WHAT YOU HAVE TO DO
In the data that follows, count each line holding the string "false"; answer with the number only.

Stored data entries
"""Reading plant line lists (CSV): columns, units, layers, one :class:`ParsedLine` or :class:`RowError` per row.

The file format is described in :mod:`convlib.linelist` (its module docstring); computing and writing are there.
"""
from __future__ import annotations

import csv
import io
import math
import os
import re
from importlib import resources
from typing import NamedTuple

import numpy as np
from pydantic import ValidationError

from .design import FITTING_EQUIVALENT_LENGTH
from .errors import InputError
from .fittings import PRESSURE_CLASSES
from .files import read_capped
from .lines import LineSpec
from .layer_text import layer_conductivity, split_layer, split_layers
from .pipe_sizes import is_copper, nominal_pipe, parse_nps, pipe_size
from .units import KIND_SI_UNIT, read, split, unit_affine

__all__ = ["COLUMNS", "OPERATION_COLUMNS", "OUTDOOR_SKY_VIEW_FRACTION", "RowError", "ParsedLine", "read_line_list",
           "demo_lines_path", "HOURS_PER_YEAR", "FORMULA_PREFIXES", "blank", "cell_number", "cell_layers",
           "header_columns", "read_records", "read_table", "parse_rows", "csv_cell", "inert_cells"]

#: Input columns and the kind of quantity of their unit suffix ("text" and "count" take none).
COLUMNS = {
    "tag": "text", "description": "text", "nps": "count", "schedule": "text", "size": "text",
    "outer_diameter": "length",
    "length": "length", "fluid_temperature": "temperature", "air_temperature": "temperature",
    "relative_humidity": "dimensionless", "layers": "length", "location": "text",
    "sky_view_fraction": "dimensionless", "wind_speed": "speed", "jacket_emissivity": "dimensionless",
    "operating_hours": "count", **{name: "count" for name in FITTING_EQUIVALENT_LENGTH},
    "bare_valve": "count", "bare_flange_pair": "count", "pressure_class": "count",
    "mass_flow": "mass_flow", "fluid": "text", "fluid_pressure": "pressure", "fluid_phase": "text",
    "maintain_temperature": "temperature", "minimum_ambient": "temperature", "steam_pressure": "pressure",
    "pipe_wall_thickness": "length", "cool_down_to": "temperature", "warm_up_time": "time",
}
#: Optional columns of lines in operation (not part of a LineSpec): outlet temperature and tracing duty.
OPERATION_COLUMNS = ("mass_flow", "fluid", "fluid_pressure", "fluid_phase", "maintain_temperature",
                     "minimum_ambient", "steam_pressure", "pipe_wall_thickness", "cool_down_to", "warm_up_time")
FLUID_PHASES = ("liquid", "gas")
REQUIRED = ("tag", "length", "fluid_temperature", "air_temperature")
LOCATIONS = ("indoor", "outdoor")
#: Sky view fraction of an outdoor line without a ``sky_view_fraction`` cell: the upper half
#: of a horizontal pipe sees the sky, the lower half the ground. Common practice, no source.
OUTDOOR_SKY_VIEW_FRACTION = 0.5
HOURS_PER_YEAR = 8760.0
MAX_BYTES = 32_000_000     #: largest line-list file read [bytes] (refused from its size before reading)
MAX_ROWS = 200_000         #: most rows of a line list, header and blank rows included
MAX_CELLS = 5_000_000      #: most cells of a line list (line breaks + commas; bounds memory of tiny cells)
#: First characters that make a spreadsheet treat a cell as a formula; such text cells are written with a
#: leading apostrophe (OWASP, "CSV Injection"); numbers in numeric columns are written as numbers.
FORMULA_PREFIXES = ("=", "+", "-", "@", "\t", "\r")
_HEADER = re.compile(r"^\s*(?P<name>[^\[\]]*?)\s*(?:\[(?P<unit>[^\[\]]*)\])?\s*$")
_LAYER = re.compile(r"^(?P<thickness>[^@]+?)\s*@\s*(?P<conductivity>\S+)\s*(?P<name>.*)$")


class RowError(NamedTuple):
    """A row that was not computed: row number in the file (header = 1), tag, reason."""

    row: int
    tag: str
    reason: str


class ParsedLine(NamedTuple):
    """A valid row: row number, :class:`~convlib.lines.LineSpec` (SI), location, operating hours [h] or None,
    and the given :data:`OPERATION_COLUMNS` (SI) or None."""

    row: int
    spec: LineSpec
    location: str
    operating_hours: float | None
    operation: dict | None = None


def demo_lines_path():
    """The invented line list of the Fernhill district-energy plant shipped with the package."""
    return resources.files("convlib").joinpath("data/demo_lines.csv")


# ----------------------------------------------------------------------------- cells of written lists
def csv_cell(value) -> str:
    """A result value as a CSV cell: yes/no, text, '' for NaN, a whole number or 7 significant digits."""
    if isinstance(value, (bool, np.bool_)):
        return "yes" if value else "no"
    if isinstance(value, str):
        return value
    value = float(value)
    if math.isnan(value):
        return ""
    return str(int(value)) if value.is_integer() and abs(value) < 1e15 else f"{value:.7g}"


_NUMBER = re.compile(r"-?(?:\d+(?:\.\d*)?|\.\d+)(?:[eE][-+]?\d+)?")


def inert_cells(cells: list[str], numeric: list[bool]) -> list[str]:
    """Cells a spreadsheet will not run as formulas: text starting with one of :data:`FORMULA_PREFIXES`
    gets a leading apostrophe; a plain number in a numeric column (``-12.5``) is left a number."""
    return [cell if not cell.startswith(FORMULA_PREFIXES) or number and _NUMBER.fullmatch(cell) else "'" + cell
            for cell, number in zip(cells, numeric)]



# ----------------------------------------------------------------------------- reading
def _pipe_size_column(seen: set) -> list[str]:
    """The header problem of a line list without a column of the pipe's size."""
    if not {"nps", "outer_diameter", "size"} & seen:
        return ["give the pipe size in a column 'nps' (with 'schedule'), 'size' (DN100, CU22x1.0, ...) or "
                "'outer_diameter'"]
    return []


def header_columns(header, columns: dict = COLUMNS, required=REQUIRED, what: str = "line list",
                   more_problems=_pipe_size_column) -> list[tuple[str, str | None] | None]:
    """(name, unit) per header cell of a list with ``columns`` (None for an empty cell); InputError for the file."""
    out, problems, seen = [], [], set()
    for text in ("" if h is None else str(h) for h in header):
        m = _HEADER.match(text)
        if m is not None and not m["name"] and not m["unit"]:
            out.append(None)
            continue
        name = re.sub(r"[\s\-]+", "_", m["name"].strip().lower()) if m else text
        unit = (m["unit"] or "").strip() if m else ""
        unit = None if unit in ("", "-", "1") else unit
        kind = columns.get(name)
        if kind is None:
            problems.append(f"unknown column {text!r}")
        elif name in seen:
            problems.append(f"column {name!r} appears twice")
        elif unit is not None and kind in ("text", "count"):
            problems.append(f"column {text!r}: {name} takes no unit")
        elif unit is not None:
            try:
                _affine(unit, kind)
            except Exception:  # noqa: BLE001 - pint raises several error types for bad units
                problems.append(f"column {text!r}: {unit!r} is not a unit of {kind}")
        seen.add(name)
        out.append((name, unit))
    missing = [c for c in required if c not in seen]
    if missing:
        problems.append(f"missing required column(s): {', '.join(missing)}")
    problems += more_problems(seen) if more_problems is not None else []
    if problems:
        raise InputError(f"{what} header: {'; '.join(problems)}; the columns are: {', '.join(columns)}",
                         field="header", rule=f"columns among: {', '.join(columns)}", value=list(header))
    return out
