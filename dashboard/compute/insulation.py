"""Insulation sizing on the insulation tab: touch, heat-loss and condensation limits."""
from __future__ import annotations

from dataclasses import dataclass, field

import numpy as np
from convlib import design
from convlib.pipe import Layer
from convlib.properties import dew_point
from convlib.study import (CaseSpec, evaluate_case)

from .. import settings


# ----------------------------------------------------------------------------- insulation
@dataclass(frozen=True)
class Sizing:
    """One sizing of :mod:`convlib.design` for the insulation chart."""

    name: str
    limit: float                 # SI: K or W/m
    required: float | None       # [m], None when not achievable
    commercial: float | None     # [m]
    messages: tuple[str, ...]
    cautions: tuple[str, ...]
    # the assumptions the sizing ran at (echoed from convlib's ThicknessResult)
    air_temperature: float = float("nan")     # [K]: touch: the design hottest ambient
    wind_speed: float = float("nan")          # [m/s]: touch: 0, still air
    jacket_emissivity: float = float("nan")   # [-]


@dataclass(frozen=True)
class InsulationView:
    """Surface temperature and heat loss against insulation thickness, with sizings."""

    thickness: np.ndarray
    surface_temperature: np.ndarray
    q_per_length: np.ndarray
    current_thickness: float
    wind_speed: float
    hot: bool
    dew_point: float
    critical: float
    sizings: tuple[Sizing, ...] = field(default_factory=tuple)


def _sizing(name, result) -> Sizing:
    def first(x):
        return float("nan") if x is None else float(np.asarray(x, dtype=float).ravel()[0])

    req, com = first(result.required_thickness), first(result.commercial_thickness)
    return Sizing(name, first(result.limit), None if np.isnan(req) else req,
                  None if np.isnan(com) else com, tuple(result.messages), tuple(result.cautions),
                  first(result.air_temperature), first(result.wind_speed), first(result.jacket_emissivity))


def insulation_view(case: CaseSpec, surface_limit: float, heat_loss_limit: float, still_air: bool,
                    hottest_air_temperature: float | None = None) -> InsulationView:
    """Thickness curves and the thicknesses that meet the touch, heat-loss and condensation limits.

    The touch sizing runs at the design hottest ambient ``hottest_air_temperature`` [K] (default: the case's air)
    and in still air whatever ``still_air`` says (the worst case for a burn); ``still_air`` applies to the others.
    """
    if case.kind != "insulated":
        raise ValueError("insulation sizing applies to an insulated line: switch the line kind to 'insulated'")
    wind = 0.0 if still_air else case.wind_speed
    top = max(settings.SIZING_MAX_THICKNESS * 2 / 3, 2.0 * case.insulation_thickness)
    grid = np.linspace(0.0, top, 61)
    r = evaluate_case(case, insulation_thickness=grid, wind_speed=wind)  # the wind stays a scalar
    outer = [Layer(case.jacket_thickness, case.jacket_conductivity, name="jacket")] if case.jacket_thickness else []
    common = dict(air_temperature=case.air_temperature, insulation_conductivity=case.insulation_conductivity,
                  outer_layers=outer, jacket_emissivity=case.emissivity, pressure=case.pressure,
                  max_thickness=settings.SIZING_MAX_THICKNESS, natural=case.natural, forced=case.forced)
    outdoor = dict(wind_speed=wind, sky_view_fraction=case.sky_view_fraction, solar_irradiance=case.solar_irradiance)
    d, tf = case.diameter, case.fluid_temperature
    hot = tf >= case.air_temperature
    dew = float(dew_point(case.air_temperature, case.relative_humidity, case.pressure))
    sizings = [_sizing("heat loss", design.thickness_for_heat_loss(d, tf, heat_loss_limit=heat_loss_limit,
                                                                   **common, **outdoor))]
    if hot:
        hottest = case.air_temperature if hottest_air_temperature is None else hottest_air_temperature
        sizings.append(_sizing("touch", design.thickness_for_surface_temperature(
            d, tf, surface_limit=surface_limit, hottest_air_temperature=hottest, **common,
            **{**outdoor, "wind_speed": 0.0})))
    else:
        sizings.append(_sizing("condensation", design.thickness_against_condensation(
            d, tf, relative_humidity=case.relative_humidity, **common)))
    critical = float(np.asarray(design.critical_thickness(
        d, tf, air_temperature=case.air_temperature, insulation_conductivity=case.insulation_conductivity,
        outer_layers=outer, jacket_emissivity=case.emissivity, wind_speed=wind,
        sky_view_fraction=case.sky_view_fraction, pressure=case.pressure,
        max_thickness=settings.SIZING_MAX_THICKNESS)).ravel()[0])
    return InsulationView(grid, np.asarray(r.surface_temperature, float), np.asarray(r.q_per_length, float),
                          case.insulation_thickness, wind, hot, dew, critical, tuple(sizings))
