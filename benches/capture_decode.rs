//! Capture decode benchmark: a generated VCD of at least 200 MB (the
//! demo's register traffic at 1 MHz, 1 ps ticks) decoded in one pass.
//!
//! Goal (issue 12): at least 200 MB/s on one core, peak memory under
//! 64 MB whatever the file size; `wc -l` on the same file, in the same
//! run, is the machine's read-and-scan reference.
//!
//!     cargo bench --bench capture_decode
//!
//! Default path: what `buscue decode -o TRACE --timing` does (decoder,
//! timing check, every frame written to a trace). Lean path: the decoder
//! alone, frames dropped. Peak memory is VmHWM from /proc/self/status.

use std::io::{BufWriter, Write};
use std::path::Path;
use std::time::{Duration, Instant};

use buscue::bus::{Address, OpOutcome, Operation, Outcome};
use buscue::capture::decode::{Decoder, Options};
use buscue::capture::synth::{Shape, render};
use buscue::capture::timing::Checker;
use buscue::capture::{Lines, open, vcd};
use buscue::record::{Frame, Record, Sink};

const TARGET_BYTES: u64 = 210_000_000;

fn frames(n: u64) -> Vec<Frame> {
    (0..n)
        .map(|i| {
            let reg = (i % 6) as u8;
            let v = (i.wrapping_mul(2_654_435_761) >> 8) as u8;
            let outcome = Outcome {
                ops: vec![
                    OpOutcome { acks: vec![true], data: vec![] },
                    OpOutcome { acks: vec![], data: vec![v, 0x2D] },
                ],
                bus_time: Duration::ZERO,
                measured: None,
                fault: None,
            };
            let ops = vec![Operation::Write(vec![reg]), Operation::Read(2)];
            Frame::single(i + 1, Duration::ZERO, Address::Seven(0x31), ops, outcome)
        })
        .collect()
}

fn peak_kib() -> u64 {
    let s = std::fs::read_to_string("/proc/self/status").unwrap_or_default();
    s.lines()
        .find_map(|l| l.strip_prefix("VmHWM:"))
        .and_then(|v| v.trim().trim_end_matches(" kB").parse().ok())
        .unwrap_or(0)
}

fn decode(path: &Path, default_path: bool, trace: &Path) -> (u64, Duration) {
    let t0 = Instant::now();
    let file = path.display().to_string();
    let mut lines = Lines::new(open(path).unwrap(), &file);
    let h = vcd::header(&mut lines).unwrap();
    let (sda, scl) = vcd::pick(&h, &vcd::Select::default(), &file).unwrap();
    let mut n = 0u64;
    let mut checker = Checker::new(None);
    let mut writer = default_path.then(|| {
        let hd: buscue::trace::Header = serde_json::from_str(
            r#"{"format":"buscue-trace","version":"1.2","tool":"bench","source":"capture","started":"","clock_ns":0,
            "adapter":{"identity":{"driver":"capture","target":"","description":""},"capabilities":{"max_bytes_per_op":1,
            "ten_bit":true,"min_speed_hz":1,"max_speed_hz":1,"stretch_timeout_us":0,"line_readback":false,"recovery":false}},
            "speed_hz":1000000}"#,
        )
        .unwrap();
        buscue::trace::TraceWriter::create(trace, &hd).unwrap()
    });
    let mut dec = Decoder::new(h.ticks, Options::default(), |f, t| {
        n += 1;
        if let Some(w) = &mut writer {
            checker.check(f.seq, &t);
            w.record(&Record::Frame(f)).unwrap();
        }
    });
    let last = vcd::body(&mut lines, &h, &sda, &scl, |t, s, c| dec.levels(t, s, c)).unwrap();
    dec.finish(last);
    drop(dec);
    if let Some(w) = &mut writer {
        w.flush().unwrap();
    }
    (n, t0.elapsed())
}

fn main() {
    let dir = Path::new("target/bench-capture");
    std::fs::create_dir_all(dir).unwrap();
    let path = dir.join("bus.vcd");
    let trace = dir.join("decoded.jsonl");
    // One block of frames, written until the file passes the target size.
    let block = frames(2000);
    if std::fs::metadata(&path).map(|m| m.len()).unwrap_or(0) < TARGET_BYTES {
        let mut out = BufWriter::new(std::fs::File::create(&path).unwrap());
        let shape = Shape { hz: 1_000_000, tick_fs: 1000, setup_ps: None, stretch_ps: 0 };
        // About 620 bytes a frame at 1 ps ticks; the frames are streamed,
        // never collected, so generating adds nothing to the peak.
        let reps = TARGET_BYTES / 600 / block.len() as u64 + 1;
        render((0..reps).flat_map(|_| block.iter()), shape, &mut out).unwrap();
        out.flush().unwrap();
    }
    let size = std::fs::metadata(&path).unwrap().len();
    let mb = size as f64 / 1e6;
    // Warm the page cache, then the reference.
    let _ = std::process::Command::new("cat").arg(&path).stdout(std::process::Stdio::null()).status();
    let t0 = Instant::now();
    let wc = std::process::Command::new("wc").arg("-l").arg(&path).output().unwrap();
    let wc_time = t0.elapsed();
    println!(
        "file: {mb:.1} MB, {} lines",
        String::from_utf8_lossy(&wc.stdout).split_whitespace().next().unwrap_or("?")
    );
    println!("wc -l:        {:>7.3} s  {:>7.0} MB/s", wc_time.as_secs_f64(), mb / wc_time.as_secs_f64());
    let (n, lean) = decode(&path, false, &trace);
    let lean_peak = peak_kib();
    println!(
        "decode lean:  {:>7.3} s  {:>7.0} MB/s  {n} frames  ratio to wc -l {:.2}  peak {} KiB",
        lean.as_secs_f64(),
        mb / lean.as_secs_f64(),
        lean.as_secs_f64() / wc_time.as_secs_f64(),
        lean_peak
    );
    let (n, full) = decode(&path, true, &trace);
    println!(
        "decode default (timing + trace): {:>7.3} s  {:>7.0} MB/s  {n} frames  ratio to wc -l {:.2}  peak {} KiB",
        full.as_secs_f64(),
        mb / full.as_secs_f64(),
        full.as_secs_f64() / wc_time.as_secs_f64(),
        peak_kib()
    );
}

ANSWER TO THIS PROBLEM
2